## LISTED RECORDS
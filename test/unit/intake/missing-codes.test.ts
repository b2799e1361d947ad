import { expect, test } from 'vitest';
import { isMissingText } from '../../../lib/intake/missing-codes.ts';

test.each([
  '',
  'NA',
  'n/a',
  'NaN',
  '-',
  '--',
  '-99',
  '-999',
  '-999.00',
  '-9999',
  '-99.0000',
  '-99.99',
  '-999,0',
  'Ice',
  'Eqp',
  'M',
  'Lücke',
])('isMissingText(“%s”): no value', (text) => {
  expect(isMissingText(text)).toBe(true);
});

test.each(['0', '-9', '-9.9', '-98', '-990', '-999.5', '999', '1.5', 'abc', 'A', '<0.5', '-1'])(
  'isMissingText(“%s”) is false: a value, or text that must be rejected',
  (text) => {
    expect(isMissingText(text)).toBe(false);
  },
);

## TASK REQUIREMENTS
The answer must be the number of lines in the records where the string "from" is found, stated alone.

## SOLUTION TO THIS PROBLEM
2